Segment Start: SUPPLIED MATERIAL

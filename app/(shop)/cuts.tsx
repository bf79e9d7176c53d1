import { useLoaderData } from 'expo-router';
import type { GenerateMetadataFunction, LoaderFunction } from 'expo-server';
import { useState } from 'react';
import { View } from 'react-native';
import { CookingFilter, type CookingChoice } from '#components/cuts/cooking-filter.tsx';
import { CutRow } from '#components/cuts/cut-row.tsx';
import { BasketBar } from '#components/shop/basket-bar.tsx';
import { DistanceFacts } from '#components/shop/distance-facts.tsx';
import { KeepingAdvice } from '#components/shop/keeping-advice.tsx';
import { ListWaiting } from '#components/shop/list-waiting.tsx';
import { LoadedView } from '#components/shop/loaded-view.tsx';
import { nextDayOf } from '#components/shop/next-day.ts';
import { sellerWords } from '#components/shop/seller-words.ts';
import { ShopPage } from '#components/shop/shop-page.tsx';
import { css } from '#components/theme/css.ts';
import { DayChoice } from '#components/ui/day-choice.tsx';
import { EmptyState } from '#components/ui/empty-state.tsx';
import { TitleBar } from '#components/ui/title-bar.tsx';
import { loadFarm, type Farm } from '#hooks/farm.ts';
import { load, type Loaded } from '#hooks/loaded.ts';
import { pageMetadata } from '#hooks/page-metadata.ts';
import { useCuts, type CutList } from '#hooks/shop.ts';
import { chooseDay, countOf, quantityOf, setQuantity, useBasket } from '#hooks/use-basket.ts';
import { useTitle } from '#hooks/use-title.ts';
import { listCuts } from '#shared/contracts/shop.ts';

type Page = { farm: Farm | null; cuts: Loaded<CutList> };

const TITLE = 'Loose cuts of beef, by the pack · Skelderwick Farm';

export const generateMetadata: GenerateMetadataFunction = (request) =>
  pageMetadata(request, {
    title: TITLE,
    description:
      'Steaks, joints, slow cuts and mince from our own cattle, priced by the kilogram. You pay the most a pack can weigh; what it weighs less is paid back.',
  });

export const loader: LoaderFunction<Page> = async () => {
  const [farm, cuts] = await Promise.all([loadFarm(), load(listCuts, {})]);
  return { farm, cuts };
};

export default function CutsScreen() {
  const page = useLoaderData<typeof loader>();
  const query = useCuts(page.cuts);
  useTitle(TITLE);
  return (
    <ShopPage farm={page.farm}>
      <LoadedView
        loaded={page.cuts}
        query={query}
        what="the loose cuts"
        waiting={<ListWaiting title="Loose cuts" rows={6} />}
      >
        {(list) => <Cuts list={list} farm={page.farm} />}
      </LoadedView>
    </ShopPage>
  );
}

function Cuts({ list, farm }: { list: CutList; farm: Farm | null }) {
  const basket = useBasket();
  const [cooking, setCooking] = useState<CookingChoice>('all');
  const [chosenId, setChosenId] = useState<string>();
  const open = list.days.filter((day) => day.isInTime);
  const basketDay = basket.items.length > 0 ? open.find((day) => day.id === basket.dayId) : undefined;
  const day = open.find((one) => one.id === chosenId) ?? basketDay ?? nextDayOf(list.days);
  const shown = list.cuts.filter((cut) => cooking === 'all' || cut.cooking === cooking);
  return (
    <View style={css('w-sections')}>
      <View style={css('w-section')}>
        <TitleBar
          look="display"
          title="Loose cuts"
          lead="Priced by the kilogram. You pay for the most that a pack can weigh; after the cutting day, what yours weighs less is paid back."
        />
        <DayChoice days={open} value={day?.id} onChange={setChosenId} />
        <CookingFilter cuts={list.cuts} value={cooking} onChange={setCooking} />
        {shown.length > 0 ? (
          <View role="list" style={css('w-goods', 'w-cuts')}>
            {shown.map((cut) => {
              const item = { kind: 'loose' as const, productId: cut.id, name: cut.name };
              return (
                <CutRow
                  key={cut.id}
                  cut={cut}
                  dayId={day?.id}
                  open={day?.isInTime ?? false}
                  quantity={basket.dayId === day?.id ? quantityOf(basket, item) : 0}
                  onQuantity={(quantity) => {
                    if (day) chooseDay(day.id);
                    setQuantity(item, quantity);
                  }}
                />
              );
            })}
          </View>
        ) : (
          <EmptyState
            title="No loose cuts just now"
            words="They are put on the counter with the boxes, as soon as a cutting day is planned."
          />
        )}
      </View>
      <KeepingAdvice />
      <DistanceFacts seller={farm ? sellerWords(farm) : undefined} />
      <BasketBar count={countOf(basket)} />
    </View>
  );
}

Segment End: SUPPLIED MATERIAL

PROBLEM TO SOLVE
From the records given above, copy all lines containing "LoadedView".

REPLY TO THE TASK
import { LoadedView } from '#components/shop/loaded-view.tsx';
      <LoadedView
      </LoadedView>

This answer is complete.